Erst kürzlich, beim Nachdenken über das Schicksal des Multitalents, ist mir eingefallen, was ich vergessen oder verdrängt hatte, nämlich daß wir eine Art Zeitschrift herausgaben, ein paar hektographierte, mit Büroklammern zusammengeheftete Blätter, meist unter dem Titel Die Parallelaktion, manchmal auch nur Die Aktion, oder ganz ohne Titel. Eine von András’ Theorien besagte, daß Musil seine Parallelaktion als Gegenunternehmen zur Aktion verstand, der von Franz Pfemfert herausgegebenen Zeitschrift, die in den Jahren, als sich Musil an sein Großprojekt machte, kommunistische Propaganda trieb. András, im vorletzten Kriegsjahr geboren, meinte, es gehe heutzutage darum, Aktion und Parallelaktion miteinander zu verschmelzen, also individuelle Freiheit und Gemeinschaftssinn. Er war 1956 mit seinem Vater, einem Klarinettisten, der später ins Mozarteum-Orchester aufgenommen wurde, aus Ungarn nach Österreich gekommen und hatte sich 1968, als er sein Studium begann, für den Prager Frühling begeistert. Unsere Zeitschrift vertrieben wir an der Universität, nur András ging in die Cafés und Bierkeller und verkaufte »das Organ«, wie er es nannte, zu wechselnden Preisen und mit beträchtlichem Erfolg. Manchmal nahm er Michael mit oder Franz, seinen Schüler – als solchen sehe ich ihn vor mir, obwohl er älter war und auf den ersten Blick mehr Eindruck machte als sein Mentor. Franz war der einzige von uns, der zu einer gewissen, wenn auch problematischen und kurzfristigen, Berühmtheit gelangen sollte.

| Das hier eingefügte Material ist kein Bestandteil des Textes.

`VisaBackend.measure_steps` (a `harness.stimulus.SteppedSinePlan` with ``stepped_sine =
"native"``): the generator in sine mode at the plan's amplitude; per step: frequency,
``*OPC?``, one immediate capture of both channels (settling included), fetched as
blocks. The steps are assembled into ONE capture laid out as the plan's continuous
signal would be captured, which `harness.estimate.estimate_stepped_sine` then reads
unchanged:

* a four-parameter fit (`harness.estimate.sine_fit_4`, IEEE Std 1057) of the reference
  channel of every step gives the digitizer-vs-generator clock ratio ``alpha``
  (weighted as the estimator weights it); step k is placed at
  ``round(step_start_k * alpha)``, as a continuous capture on the digitizer clock
  would hold it;
* each step's data start at the sample where the reference tone has the phase the plan
  gives the start of that step (a rising zero crossing, found by a three-parameter fit,
  `sine_fit_3`), so the correlation with the plan's signal finds every step where
  it belongs; response and reference are cut at the same sample, so their ratio is
  untouched;
* every sample in the assembled capture is a captured sample (nothing is interpolated
  or invented); the offsets are kept in ``capture.metadata``.

Why our own block reads: a binary block is read as ``#``, one digit ``n``, ``n`` length
digits, then exactly that many bytes with the read termination switched off, then the
terminator. pyvisa's ``read_binary_values`` would do much the same, but reading it
ourselves (1) never stops at a LF byte inside float data, (2) compares the declared
byte count with the count the acquisition must produce BEFORE reading the data, so a
wrong length or a garbled header is reported as such rather than as a timeout or a
misparsed array, and (3) gives each read a timeout sized to the block.

Failures (timeouts, garbled replies, error-queue entries, dropped connections, a block
of the wrong size) raise `InstrumentError` (an `InvalidMeasurement`) naming the
instrument (role, resource, model) and the command; `harness.measure.measure_unit` turns
it into an ``invalid`` certificate. Nothing waits without a timeout.
"""

from __future__ import annotations

import math
import re
import socket
import string
import threading
import time
from dataclasses import dataclass
from pathlib import Path
from typing import Any

import numpy as np

from harness.backends.base import Capture, assert_level
from harness.config import Table, load_toml, sha256_hex
from harness.errors import ConfigError, InvalidMeasurement, LevelLimitError

SCHEMA = 1
STEPPED_MODES = ("native", "arbitrary")
BLOCK_FORMATS = {"float32-le": "<f4", "float32-be": ">f4", "int16-le": "<i2", "int16-be": ">i2", "int8": "i1"}
MAX_ERROR_ENTRIES = 32          # error-queue entries read after one command at most
PLACEMENT_MAX_PPM = 250.0       # clock offsets beyond this are not placed (the estimator's limit too)

# placeholders allowed in each command-map key (values supplied by the backend)
_COMMON = {"reset": (), "identify": (), "opc": (), "error": ()}
_GEN_KEYS = dict(_COMMON, **{
    "output_off": (), "output_on": (),
    "amplitude": ("amplitude_vpp", "amplitude_vpeak"),
    "offset": ("offset_v",),
    "arb_setup": ("sample_rate_hz", "points", "name"),
    "arb_upload": ("name", "points", "block"),
    "arb_select": ("name", "points", "sample_rate_hz"),
    "trigger": (),
    "sine_setup": (),
    "frequency": ("frequency_hz",),
})
_GEN_REQUIRED = ("identify", "opc", "error", "output_off", "output_on", "amplitude", "arb_setup",
                 "arb_upload", "arb_select", "trigger")
_GEN_OTHER = ("max_points", "waveform_name", "block_format")
_DIG_KEYS = dict(_COMMON, **{
    "configure": ("sample_rate_hz", "samples", "duration_s", "range_vpp"),
    "arm_triggered": ("sample_rate_hz", "samples"),
    "arm_immediate": ("sample_rate_hz", "samples"),
    "fetch": ("channel",),
})
_DIG_REQUIRED = ("identify", "opc", "error", "configure", "arm_triggered", "fetch")
_DIG_OTHER = ("max_points", "block_format", "volts_per_code", "response_channel", "reference_channel")
_MAP_TOP = ("schema", "name", "description", "generator", "digitizer")
_VISA_KEYS = ("generator", "digitizer", "commands", "visa_library", "timeout_s", "acquisition_timeout_s",
              "transfer_bytes_per_s", "stepped_sine", "read_termination", "write_termination")


# ======================================================================================
# command maps
# ======================================================================================
@dataclass(frozen=True)
class CommandMap:
    """A validated command map.

    Attributes
    ----------
    generator, digitizer : dict
        Key -> list of command templates (a single string becomes a one-item list).
    generator_options, digitizer_options : dict
        ``max_points``, ``waveform_name``, ``block_format``, ``volts_per_code``,
        ``response_channel``, ``reference_channel``.
    file, sha256, name : provenance (for the certificate).
    """

    generator: dict
    digitizer: dict
    generator_options: dict
    digitizer_options: dict
    name: str = ""
    file: str | None = None
    sha256: str | None = None

    def has_native_sine(self) -> bool:
        return bool(self.generator.get("sine_setup")) and bool(self.generator.get("frequency")) \
            and bool(self.digitizer.get("arm_immediate"))

    def describe(self) -> dict:
        return {"name": self.name, "file": self.file, "sha256": self.sha256}


def _placeholders(template: str) -> list[str]:
    try:
        return [f for _, f, _, _ in string.Formatter().parse(template) if f is not None]
    except ValueError as exc:
        raise ValueError(str(exc)) from None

Jetzt, beim Nachsinnen, will mir scheinen, daß der bescheidene Erfolg der Parallelaktion durch die Illustrationen des Originalgenies bedingt war: Michael, den András, der jeweiligen Situation angemessen, mal Michel in deutscher, dann wieder Michelangelo in italienischer Aussprache nannte. Einige seiner Zeichnungen waren tatsächlich Illustrationen zu Texten, und zwar in der Manier von George Grosz, dessen Zeit damals, mehr als ein Vierteljahrhundert nach dem Ende des zweiten Weltkriegs, längst vorbei war; oft aber ließ unser Michel seine Phantasie schweifen und zeichnete irgend etwas, Blumen, reine Formen, Gesichter. Ich erinnere mich an die im Gekritzel doch offensichtliche Darstellung einer Vulva, die er beim Treffen in der Steingasse damit rechtfertigte, daß er das Thema Courbets mit den Augen Picassos zu sehen versucht habe. András antwortet schlicht, es bedürfe keiner Rechtfertigungen. Er war der Ansicht, unser Organ solle den unbewußten Trieben und Wünschen aller Beteiligten Ausdruck geben. Und das geschah auch, mehr oder minder deutlich, in dieser abstrakten Prosa. Abstrakt wirken die Beiträge in meiner Erinnerung; leider kann ich die Aussage nicht überprüfen, denn die Hefte, die ich lange aufbewahrte, ohne sie je wieder anzusehen, sind bei einem meiner vielen Umzüge zurückgeblieben. Wahrscheinlich liegen sie in einer Schachtel im Keller eines Gemeindebaus auf einer Erhebung mitten in Wien, vor Überschwemmungen gefeit wie meine alten Manuskripte, von denen wenigstens eine (die »Hundegeschichte«) in der Parallelaktion veröffentlicht worden ist.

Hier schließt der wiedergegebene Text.